WORK ORDER: What you return must match the records exactly, with every line included.

[Data entries]
//! Stage 3, steering: road-wheel angles from the steering-wheel angle. A pure
//! function of the held command and the parameters (it can be computed once
//! per command).

use crate::params::{Chassis, FRONT, REAR, Steering};

/// Road-wheel steer angles (FL, FR, RL, RR), rad, from the steering-wheel angle (rad).
///
/// Mean front angle δ = δ_sw / ratio. Geometric Ackermann angles (Gillespie,
/// *Fundamentals of Vehicle Dynamics*, ch. 6, Ackermann steering geometry):
/// tan δ_left = L·tan δ / (L − (t/2)·tan δ), tan δ_right = L·tan δ / (L + (t/2)·tan δ),
/// blended with parallel steer by the Ackermann fraction. Toe-in turns each
/// wheel's front towards the car's centre line.
#[inline(always)]
pub fn road_wheel_angles(s: &Steering, c: &Chassis, steer_wheel_angle: f64) -> [f64; 4] {
    let delta = steer_wheel_angle / s.ratio;
    let tan_d = delta.tan();
    let l = c.wheelbase;
    let half_t = 0.5 * c.track[FRONT];
    let geo_left = (l * tan_d).atan2(l - half_t * tan_d);
    let geo_right = (l * tan_d).atan2(l + half_t * tan_d);
    let left = delta + s.ackermann * (geo_left - delta);
    let right = delta + s.ackermann * (geo_right - delta);
    [
        left - s.toe[FRONT],
        right + s.toe[FRONT],
        -s.toe[REAR],
        s.toe[REAR],
    ]
}

/// Wheel positions relative to the CG in body axes (FL, FR, RL, RR), (x, y), m.
#[inline]
pub fn wheel_positions(c: &Chassis) -> [(f64, f64); 4] {
    let (tf, tr) = (0.5 * c.track[FRONT], 0.5 * c.track[REAR]);
    [(c.a, tf), (c.a, -tf), (-c.b, tr), (-c.b, -tr)]
}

ANSWER TO THE PROBLEM:
//! Stage 3, steering: road-wheel angles from the steering-wheel angle. A pure
//! function of the held command and the parameters (it can be computed once
//! per command).

use crate::params::{Chassis, FRONT, REAR, Steering};

/// Road-wheel steer angles (FL, FR, RL, RR), rad, from the steering-wheel angle (rad).
///
/// Mean front angle δ = δ_sw / ratio. Geometric Ackermann angles (Gillespie,
/// *Fundamentals of Vehicle Dynamics*, ch. 6, Ackermann steering geometry):
/// tan δ_left = L·tan δ / (L − (t/2)·tan δ), tan δ_right = L·tan δ / (L + (t/2)·tan δ),
/// blended with parallel steer by the Ackermann fraction. Toe-in turns each
/// wheel's front towards the car's centre line.
#[inline(always)]
pub fn road_wheel_angles(s: &Steering, c: &Chassis, steer_wheel_angle: f64) -> [f64; 4] {
    let delta = steer_wheel_angle / s.ratio;
    let tan_d = delta.tan();
    let l = c.wheelbase;
    let half_t = 0.5 * c.track[FRONT];
    let geo_left = (l * tan_d).atan2(l - half_t * tan_d);
    let geo_right = (l * tan_d).atan2(l + half_t * tan_d);
    let left = delta + s.ackermann * (geo_left - delta);
    let right = delta + s.ackermann * (geo_right - delta);
    [
        left - s.toe[FRONT],
        right + s.toe[FRONT],
        -s.toe[REAR],
        s.toe[REAR],
    ]
}

/// Wheel positions relative to the CG in body axes (FL, FR, RL, RR), (x, y), m.
#[inline]
pub fn wheel_positions(c: &Chassis) -> [(f64, f64); 4] {
    let (tf, tr) = (0.5 * c.track[FRONT], 0.5 * c.track[REAR]);
    [(c.a, tf), (c.a, -tf), (-c.b, tr), (-c.b, -tr)]
}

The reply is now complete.